Uma nova regulamentação definiu critérios mais claros para o pagamento do adicional aos trabalhadores que utilizam motocicleta.

A Lei nº 12.009/2009 regulamenta o trabalho de motoboys, motofretistas e outros profissionais que utilizam motocicletas para transportar mercadorias ou prestar serviços.

Para exercer a atividade, o profissional deve:

  • Ter pelo menos 21 anos;
  • Possuir habilitação na categoria A há, no mínimo, dois anos;
  • Concluir curso especializado aprovado pelo Contran;
  • Utilizar os equipamentos de segurança exigidos.

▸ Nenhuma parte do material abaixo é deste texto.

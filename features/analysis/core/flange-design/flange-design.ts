/**
 * The flange itself: ASME VIII-1 Appendix 2 flange stresses and rigidity of the first "flange"
 * layer of a circular joint, UG-34 thickness of a bolted flat "cover" layer (circular or not), and
 * the UG-99 hydrostatic test pressure suggestion. Results are the core's standard check records
 * (rule ids `flange.app2.*`, `flange.ug34.*`, `flange.test.*`). Flange design rules are
 * code-specific: these are ASME VIII-1's, and a competent engineer signs the design off.
 */
import type { EnteredAllowable, FlangeDesignInputs, JointDesign } from "../design";
import type { JointModel } from "../joint-model";
import type { AsmeAppendix2Result } from "../checks/asme-appendix2";
import { makeCheck, type CheckRecord } from "../checks/check-record";
import { outlineToShape, shapeBounds } from "../shape";
import {
  AMBIENT_TEMPERATURE_C,
  getFlangeMaterialById,
  valueAtTemperature,
  type FlangeMaterialRow,
} from "../catalogue/flange-materials";
import {
  computeAppendix2Flange,
  stressLimits,
  type Appendix2FlangeInput,
  type Appendix2FlangeKind,
  type Appendix2FlangeResult,
} from "./appendix2-flange";
import { ratingChecks, standardFlangeRating, type StandardRating } from "./rating";
import { computeThermalCase, type ThermalCase } from "./thermal";
import { coverThicknessMm, getCoverSketch, nonCircularZ, type CoverGeometry } from "./flat-cover";
import { computeHydrotestCase, type HydrotestCase, type HydrotestContext } from "./hydrotest";

export interface ResolvedAllowable {
  designMpa: number | null;
  ambientMpa: number | null;
  source: string;
  materialId: string | null;
}

export interface FlangeDesignResult {
  inputsEntered: boolean;
  appendix2: (Appendix2FlangeResult & { allowable: ResolvedAllowable; modulusSource: string }) | null;
  appendix2Reason: string | null;
  cover: {
    shape: CoverGeometry["shape"];
    dMm: number;
    longSpanMm: number | null;
    z: number | null;
    hGMm: number;
    c: number;
    cSource: string;
    allowable: ResolvedAllowable;
    operatingThicknessMm: number | null;
    seatingThicknessMm: number | null;
    requiredThicknessMm: number | null;
    actualThicknessMm: number;
  } | null;
  coverReason: string | null;
  hydrotest: {
    suggestedMpa: number | null;
    enteredMpa: number | null;
    source: string;
    /** The test case at the entered pressure; absent from results stored before core 2.2.0. */
    testCase?: HydrotestCase | null;
    testCaseReason?: string | null;
  };
  /** Rating of a standard flange (template row), null for a custom flange. */
  rating: StandardRating | null;
  /** Operating case at design temperature (differential expansion, moduli by temperature). */
  thermal: ThermalCase | null;
  thermalReason: string | null;
}

const APP2 = "ASME VIII-1 Appendix 2";
const UG34 = "ASME VIII-1 UG-34";
const UG99 = "ASME VIII-1 UG-99(b): 1.3 × MAWP × (S at test temperature / S at design temperature)";

function resolveAllowable(
  entered: EnteredAllowable | null | undefined,
  materialId: string | null | undefined,
  designTempC: number,
): ResolvedAllowable & { row: FlangeMaterialRow | null } {
  const row = materialId ? (getFlangeMaterialById(materialId) ?? null) : null;
  if (entered)
    return {
      designMpa: entered.designMpa,
      ambientMpa: entered.ambientMpa,
      source: `entered by the designer: ${entered.source}`,
      materialId: materialId ?? null,
      row,
    };
  if (row)
    return {
      designMpa: valueAtTemperature(row.allowable, designTempC),
      ambientMpa: valueAtTemperature(row.allowable, AMBIENT_TEMPERATURE_C),
      source: `${row.name}: ${row.source}, ${row.edition} [${row.confidence}]`,
      materialId: row.id,
      row,
    };
  return {
    designMpa: null,
    ambientMpa: null,
    source: "no material or allowable entered",
    materialId: null,
    row,
  };
}

function flangeLayerThickness(design: JointDesign, role: "flange" | "cover"): number | null {
  for (const l of design.layers) if (l.role === role) return l.thicknessMm;
  return null;
}

const fmt = (v: number | null, digits = 1) => (v === null ? "—" : v.toFixed(digits));

function appendix2Checks(
  model: JointModel,
  asme: AsmeAppendix2Result,
  inputs: FlangeDesignInputs | undefined,
): {
  result: FlangeDesignResult["appendix2"];
  reason: string | null;
  checks: CheckRecord[];
  context?: HydrotestContext["appendix2"];
} {
  const d = model.design;
  const t = flangeLayerThickness(d, "flange");
  const scopeCheck = (status: CheckRecord["status"], note: string): CheckRecord =>
    makeCheck({
      id: "flange.app2.scope",
      title: "Appendix 2 flange design: scope",
      value: null,
      limit: null,
      unit: "",
      status,
      source: `${APP2} (2-1, 2-4)`,
      note,
    });
  let reason: string | null = null;
  if (t === null) reason = "No flange layer: the joint has no flange for Appendix 2 to size.";
  else if (d.outline.kind !== "circle" || d.bore?.kind !== "circle" || d.boltPath.kind !== "circle")
    reason =
      "Appendix 2 flange design covers circular flanges with a bore on a bolt circle; this joint is not one (a non-circular cover is sized by UG-34 below).";
  else if (!model.asmeGeometry || asme.scope !== "appendix-2")
    reason = "Appendix 2 flange design needs a ring gasket inside the bolt holes (G from Table 2-5.2).";
  else if (!inputs || inputs.kind === "not-entered")
    reason =
      "Flange type not entered (integral with hub, integral without hub, or loose ring): stresses not computed.";
  else if (inputs.kind !== "ring-loose" && !inputs.hub)
    reason = "Integral flange without hub or shell dimensions (g0, g1, h): stresses not computed.";
  if (reason !== null) return { result: null, reason, checks: [scopeCheck("not-applicable", reason)] };

  const kind = inputs!.kind as Appendix2FlangeKind;
  const allowable = resolveAllowable(
    inputs!.flangeAllowable,
    inputs!.flangeMaterialId,
    d.loads.designTemperatureC,
  );
  const layer = d.layers.find((l) => l.role === "flange");
  const layerE = layer && layer.role === "flange" ? layer.modulusMpa : 200_000;
  const eDesign = allowable.row
    ? valueAtTemperature(allowable.row.modulus, d.loads.designTemperatureC)
    : null;
  const eAmbient = allowable.row ? valueAtTemperature(allowable.row.modulus, AMBIENT_TEMPERATURE_C) : null;
  const modulusSource =
    eDesign !== null && eAmbient !== null && allowable.row
      ? `${allowable.row.name}: ASME II-D Table TM-1 [${allowable.row.confidence}]`
      : "flange layer modulus (no temperature dependence)";
  const hub = inputs!.hub ?? null;
  const a2Input: Appendix2FlangeInput = {
    kind,
    aMm: d.outline.kind === "circle" ? d.outline.diameterMm : 0,
    bMm: d.bore?.kind === "circle" ? d.bore.diameterMm : 0,
    cMm: d.boltPath.kind === "circle" ? d.boltPath.diameterMm : 0,
    tMm: t!,
    g0Mm: hub?.g0Mm,
    g1Mm: hub?.g1Mm,
    hMm: hub?.hMm,
    gMm: asme.geometry.gMm,
    pressureMpa: d.loads.designPressureMpa,
    hN: asme.hN,
    hpN: asme.hpN,
    wm1N: asme.wm1N,
    seatingBoltLoadN: asme.flangeDesignLoadN,
    sfDesignMpa: allowable.designMpa,
    sfAmbientMpa: allowable.ambientMpa,
    eDesignMpa: eDesign ?? layerE,
    eAmbientMpa: eAmbient ?? layerE,
  };
  const r = computeAppendix2Flange(a2Input);
  const kindLabel =
    kind === "integral-hub"
      ? "integral flange with hub"
      : kind === "integral-no-hub"
        ? "integral flange without hub taper (g1 = g0)"
        : "loose ring flange without hub";
  const checks: CheckRecord[] = [
    scopeCheck(
      "pass",
      `Circular ${kindLabel}; K = ${r.ring.K.toFixed(4)}, hD = ${r.armDMm.toFixed(1)} mm, hT = ${r.armTMm.toFixed(1)} mm, hG = ${r.armGMm.toFixed(1)} mm${r.hub ? `; F = ${r.hub.F.toFixed(5)}, V = ${r.hub.V.toFixed(5)}, f = ${r.hub.f.toFixed(3)}, L = ${r.hub.L.toFixed(4)}` : ""}.`,
    ),
  ];
  for (const c of r.conditions) {
    const condLabel =
      c.condition === "operating" ? "operating (design temperature)" : "gasket seating (ambient)";
    const limits = stressLimits(kind, c);
    if (limits.length === 0) {
      const why =
        c.momentNmm === null
          ? "no bolt allowable, so the seating design bolt load W = (Am + Ab)·Sa/2 is unknown"
          : `no allowable flange stress (${allowable.source}); pick a flange material or enter the allowable with its source`;
      checks.push(
        makeCheck({
          id: `flange.app2.stress:${c.condition}`,
          title: "Appendix 2 flange stresses within their allowables",
          value: null,
          limit: null,
          unit: "MPa",
          status: "not-applicable",
          source: `${APP2} (2-7, 2-8)`,
          note: `${condLabel}: not checked — ${why}.`,
        }),
      );
    }
    for (const l of limits)
      checks.push(
        makeCheck({
          id: `flange.app2.${l.key}:${c.condition}`,
          title: `Appendix 2 flange: ${l.label}`,
          value: l.value,
          limit: l.limit,
          unit: "MPa",
          status: l.value <= l.limit ? "pass" : "fail",
          source: `${APP2} (2-7, 2-8); Sf ${allowable.source}`,
          note: `${condLabel}: Mo = ${fmt(c.momentNmm === null ? null : c.momentNmm / 1e6, 2)} kN·m, SH = ${fmt(c.shMpa)}, SR = ${fmt(c.srMpa)}, ST = ${fmt(c.stMpa)} MPa, Sf = ${fmt(c.allowableMpa)} MPa.`,
        }),
      );
    checks.push(
      makeCheck({
        id: `flange.app2.rigidity:${c.condition}`,
        title: `Appendix 2 flange rigidity index J ≤ 1 (${r.rigidityFactor.name} = ${r.rigidityFactor.value})`,
        value: c.rigidity,
        limit: 1,
        unit: "",
        status: c.rigidity === null ? "not-applicable" : c.rigidity <= 1 ? "pass" : "fail",
        source: `${APP2} 2-14; E ${modulusSource}`,
        note:
          c.rigidity === null
            ? `${condLabel}: not computed — the moment for this condition is unknown.`
            : `${condLabel}: J = ${c.rigidity.toFixed(3)} (flange rotation check).`,
      }),
    );
  }
  return {
    result: { ...r, allowable, modulusSource },
    reason: null,
    checks,
    context: { input: a2Input, material: allowable.row },
  };
}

Além dessas regras, quem trabalha com vínculo de emprego possui direitos como salário, férias com acréscimo de um terço, décimo terceiro, FGTS, repouso semanal remunerado, horas extras e adicional noturno, quando devido.

Como funciona o adicional de periculosidade?

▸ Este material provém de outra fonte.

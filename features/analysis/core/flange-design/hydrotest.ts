/**
 * Hydrostatic test case at the test pressure Pt the designer enters (never at the suggestion alone),
 * at ambient temperature, bolts at their bolt-up preload window. Loads by ASME VIII-1 Appendix 2
 * (2-5) evaluated at Pt [practice]: Ht = π/4·G²·Pt (enclosed area × Pt off Appendix 2 scope),
 * Hpt = 2b·πG·m·Pt (reaction line length off scope), Wm1t = Ht + Hpt. Checks:
 * - the bolts hold the joint closed at test: n·Fmin ≥ Wm1t, and no separation, Pt share < Fmin/(1 − C);
 * - bolt stress at test at maximum preload, (Fmax + C·Pt share)/As ≤ proof, as in service;
 * - flange (Appendix 2 stresses of the operating condition recomputed at Pt) and cover (UG-34 at Pt,
 *   W = Wm1t) against 90 % of the material's specified minimum yield at test temperature. UG-99(d)
 *   leaves the stress at test to the designer's judgement; 0.9·Sy is the common practice limit for
 *   membrane stress at hydrotest, used here for the flange and cover stresses too [practice].
 * The flange's rigidity index J is not applied at test (a temporary condition) [practice].
 * Units: mm, N, MPa.
 */
import type { JointModel } from "../joint-model";
import type { AsmeAppendix2Result } from "../checks/asme-appendix2";
import { makeCheck, type CheckRecord } from "../checks/check-record";
import type { FlangeMaterialRow } from "../catalogue/flange-materials";
import { computeAppendix2Flange, type Appendix2FlangeInput } from "./appendix2-flange";
import { coverThicknessMm, type CoverGeometry } from "./flat-cover";

/** Fraction of the specified minimum yield allowed at hydrotest [practice]. */
export const TEST_STRESS_FRACTION_OF_YIELD = 0.9;

export interface HydrotestCase {
  pressureMpa: number;
  /** Appendix 2 loads at the test pressure, N. */
  hN: number;
  hpN: number;
  wm1N: number;
  /** Total bolt load at minimum preload (n × Fmin), N. */
  minPreloadTotalN: number;
  /** Pressure load per bolt at Pt, N. */
  pressurePerBoltN: number;
  /** Largest bolt stress at test, (Fmax + C·Pt share)/As, and its limit (proof), MPa. */
  boltStressMpa: number;
  boltLimitMpa: number;
  flange: {
    momentNmm: number;
    shMpa: number;
    srMpa: number;
    stMpa: number;
    limitMpa: number;
    yieldSource: string;
  } | null;
  flangeReason: string | null;
  cover: {
    requiredThicknessMm: number;
    actualThicknessMm: number;
    allowableMpa: number;
    yieldSource: string;
  } | null;
  coverReason: string | null;
  source: string;
}

/** What the flange and cover checks used at design conditions, reused at the test pressure. */
export interface HydrotestContext {
  appendix2: { input: Appendix2FlangeInput; material: FlangeMaterialRow | null } | null;
  cover: { geometry: CoverGeometry; material: FlangeMaterialRow | null; actualThicknessMm: number } | null;
}

const LOADS_SOURCE = "ASME VIII-1 Appendix 2 (2-5) loads at the test pressure [practice]";
const YIELD_RULE = `${TEST_STRESS_FRACTION_OF_YIELD * 100} % of specified minimum yield at test [practice]`;
const kn = (n: number) => (n / 1000).toFixed(1);

function notApplicable(reason: string): CheckRecord {
  return makeCheck({
    id: "flange.test.bolt-load",
    title: "Hydrostatic test: total bolt load at minimum preload ≥ Wm1 at test pressure",
    value: null,
    limit: null,
    unit: "N",
    status: "not-applicable",
    source: LOADS_SOURCE,
    note: reason,
  });
}

export function computeHydrotestCase(
  model: JointModel,
  asme: AsmeAppendix2Result,
  testPressureMpa: number | null,
  context: HydrotestContext,
): { result: HydrotestCase | null; reason: string | null; checks: CheckRecord[] } {
  if (testPressureMpa === null || !(testPressureMpa > 0)) {
    const reason = "No test pressure entered: the hydrostatic test case is not computed.";
    return { result: null, reason, checks: [notApplicable(reason)] };
  }
  const Pt = testPressureMpa;
  const m = model.design.gasket.material.m;
  const hN = asme.enclosedAreaMm2 * Pt;
  const hpN = 2 * asme.geometry.bMm * asme.reactionLengthMm * m * Pt;
  const wm1N = hN + hpN;
  const n = model.boltPoints.length;
  const p = model.preload;
  const C = model.jointConstant;
  const As = model.thread.tensileStressAreaMm2;
  const pressurePerBoltN = (model.pressureAreaMm2 * Pt) / n;
  const minPreloadTotalN = n * p.minN;
  const boltStressMpa = (p.maxN + C * pressurePerBoltN) / As;
  const sy = model.strength.yieldMpa;
  const checks: CheckRecord[] = [
    makeCheck({
      id: "flange.test.bolt-load",
      title: "Hydrostatic test: total bolt load at minimum preload ≥ Wm1 at test pressure",
      value: minPreloadTotalN,
      limit: wm1N,
      unit: "N",
      status: minPreloadTotalN >= wm1N ? "pass" : "fail",
      source: `${LOADS_SOURCE}; m = ${m} from the gasket`,
      note: `Pt = ${Pt.toFixed(3)} MPa: Ht = ${kn(hN)} kN, Hpt = ${kn(hpN)} kN, Wm1t = ${kn(wm1N)} kN against ${n} × ${kn(p.minN)} kN at minimum preload.`,
    }),
    makeCheck({
      id: "flange.test.separation",
      title: "Hydrostatic test: no joint separation at minimum preload",
      value: pressurePerBoltN,
      limit: p.minN / (1 - C),
      unit: "N",
      status: pressurePerBoltN < p.minN / (1 - C) ? "pass" : "fail",
      source: "separation load of the joint diagram P0 = Fi/(1 − C) (VDI 2230 Part 1; Bickford), at Pt",
      note: `Pressure load ${kn(pressurePerBoltN)} kN per bolt at Pt (end force on ${model.pressureAreaBasis}).`,
    }),
    makeCheck({
      id: "flange.test.bolt-stress",
      title: "Hydrostatic test: bolt stress at maximum preload (Fi + C·Pt share) ≤ proof",
      value: boltStressMpa,
      limit: p.proofMpa,
      unit: "MPa",
      status: boltStressMpa <= p.proofMpa ? "pass" : boltStressMpa <= sy ? "warn" : "fail",
      source:
        "load sharing by the joint constant Fb = Fi + C·P (VDI 2230 Part 1 load factor) at Pt; ISO 898-1 proof stress or 0.9·yield [practice]",
      note: `C = ${C.toFixed(3)}, maximum preload ${kn(p.maxN)} kN + ${kn(C * pressurePerBoltN)} kN from the test pressure.`,
    }),
  ];

  let flange: HydrotestCase["flange"] = null;
  let flangeReason: string | null = null;
  const a2 = context.appendix2;
  if (!a2) flangeReason = "No Appendix 2 flange in this design: no flange stresses at test.";
  else if (!a2.material)
    flangeReason =
      "The flange's specified minimum yield is needed for the stresses at test: pick the flange material.";
  else {
    const r = computeAppendix2Flange({ ...a2.input, pressureMpa: Pt, hN, hpN, wm1N, seatingBoltLoadN: null });
    const c = r.conditions[0];
    const limit = TEST_STRESS_FRACTION_OF_YIELD * a2.material.yieldMpa;
    flange = {
      momentNmm: c.momentNmm!,
      shMpa: c.shMpa!,
      srMpa: c.srMpa!,
      stMpa: c.stMpa!,
      limitMpa: limit,
      yieldSource: a2.material.yieldSource,
    };
    const worst = Math.max(
      flange.shMpa,
      flange.srMpa,
      flange.stMpa,
      (flange.shMpa + flange.srMpa) / 2,
      (flange.shMpa + flange.stMpa) / 2,
    );
    checks.push(
      makeCheck({
        id: "flange.test.flange-stress",
        title: "Hydrostatic test: Appendix 2 flange stresses ≤ 0.9·Sy",
        value: worst,
        limit,
        unit: "MPa",
        status: worst <= limit ? "pass" : "fail",
        source: `ASME VIII-1 Appendix 2 (2-6, 2-7) at Pt; ${YIELD_RULE}; Sy ${a2.material.yieldSource}`,
        note: `Mo = ${(flange.momentNmm / 1e6).toFixed(2)} kN·m; SH = ${flange.shMpa.toFixed(1)}, SR = ${flange.srMpa.toFixed(1)}, ST = ${flange.stMpa.toFixed(1)} MPa (the largest of these and their two means governs).`,
      }),
    );
  }

  let cover: HydrotestCase["cover"] = null;
  let coverReason: string | null = null;
  const cv = context.cover;
  if (!cv) coverReason = "No sized cover in this design: no cover thickness at test.";
  else if (!cv.material)
    coverReason = "The cover's specified minimum yield is needed at test: pick the cover material.";
  else {
    const allowable = TEST_STRESS_FRACTION_OF_YIELD * cv.material.yieldMpa;
    const required = coverThicknessMm(cv.geometry, {
      pressureMpa: Pt,
      allowableMpa: allowable,
      boltLoadN: wm1N,
    });
    cover = {
      requiredThicknessMm: required,
      actualThicknessMm: cv.actualThicknessMm,
      allowableMpa: allowable,
      yieldSource: cv.material.yieldSource,
    };
    checks.push(
      makeCheck({
        id: "flange.test.cover-thickness",
        title: "Hydrostatic test: UG-34 cover thickness ≥ required at Pt",
        value: cv.actualThicknessMm,
        limit: required,
        unit: "mm",
        status: cv.actualThicknessMm >= required ? "pass" : "fail",
        source: `ASME VIII-1 UG-34 at Pt with W = Wm1t and S = 0.9·Sy; ${YIELD_RULE}; Sy ${cv.material.yieldSource}`,
        note: `S = ${allowable.toFixed(1)} MPa, W = ${kn(wm1N)} kN: t = ${required.toFixed(1)} mm required.`,
      }),
    );
  }
  return {
    result: {
      pressureMpa: Pt,
      hN,
      hpN,
      wm1N,
      minPreloadTotalN,
      pressurePerBoltN,
      boltStressMpa,
      boltLimitMpa: p.proofMpa,
      flange,
      flangeReason,
      cover,
      coverReason,
      source: `${LOADS_SOURCE}; stresses at test ${YIELD_RULE}`,
    },
    reason: null,
    checks,
  };
}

O artigo 193 da CLT prevê adicional de 30% para atividades perigosas realizadas com motocicleta. O percentual incide sobre o salário-base, sem incluir gratificações, prêmios ou participação nos lucros.

Em dezembro de 2025, o Ministério do Trabalho e Emprego publicou a Portaria nº 2.021, que aprovou um novo Anexo V da NR-16. As regras entraram em vigor em 3 de abril de 2026 e substituíram a regulamentação anterior, que havia sido anulada judicialmente.

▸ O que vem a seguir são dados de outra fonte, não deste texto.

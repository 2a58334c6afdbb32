import { analyzeJoint } from "@/features/analysis/core/analyze";
import type { JointDesign } from "@/features/analysis/core/design";
import { DesignRefusedError } from "@/features/analysis/core/validate";
import warmUpDesign from "../../examples/pipe-flange-nps6-spiral-wound.json";
import { suggestPatterns } from "@/features/analysis/core/suggest/search";
import type { AnalysisTask, AnalysisTaskResult, SuggestionTask } from "./worker-protocol";

// One analysis worker thread of the pool (server/analysis/pool.ts). This file is not part of the
// Next bundle: scripts/build-workers.mjs bundles it with the core into .build/analysis-worker.mjs,
// which piscina loads in each thread. It imports only the core, so the numbers are the core's
// own, bit for bit the same as an analysis on the request thread.

// A new thread analyses one example first, so the JIT warm-up is not charged to the first
// request's time limit (a failure here is only a slower first request).
try {
  analyzeJoint(warmUpDesign as unknown as JointDesign);
} catch {
  // the example no longer validates: nothing to warm up
}

export default function analyze(task: AnalysisTask | SuggestionTask): AnalysisTaskResult {
  task.started.postMessage("started");
  task.started.close();
  try {
    const result = "suggestion" in task ? suggestPatterns(task.suggestion) : analyzeJoint(task.document);
    return { ok: true, json: JSON.stringify(result) };
  } catch (error) {
    if (!(error instanceof DesignRefusedError)) throw error;
    return { ok: false, prefix: error.message.slice(0, error.message.indexOf(":")), issues: error.issues };
  }
}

Pela nova norma, é considerada perigosa a atividade profissional que exige o deslocamento do trabalhador em motocicleta por vias abertas à circulação pública. Esse é o caso típico de motoboys e entregadores contratados como empregados.

Quando o adicional não é devido?

A nova regulamentação também esclareceu que o adicional não se aplica quando a motocicleta é utilizada:

  • Apenas no trajeto entre a residência e o trabalho;
  • Exclusivamente em locais privados ou vias internas;
  • Somente em veículos que não exigem habilitação ou emplacamento;
  • de maneira eventual ou por tempo extremamente reduzido;
  • exclusivamente em determinadas estradas locais e caminhos entre povoações, conforme a norma.

A caracterização ou descaracterização da periculosidade deve ser feita por laudo elaborado por médico do trabalho ou engenheiro de segurança do trabalho. Esse documento deve ficar disponível aos trabalhadores, ao sindicato e à fiscalização.

É importante lembrar que os direitos previstos na CLT dependem da existência de vínculo empregatício. Motoboys autônomos ou que trabalham por aplicativos podem ter uma situação jurídica diferente, que deve ser analisada conforme a realidade da prestação do serviço.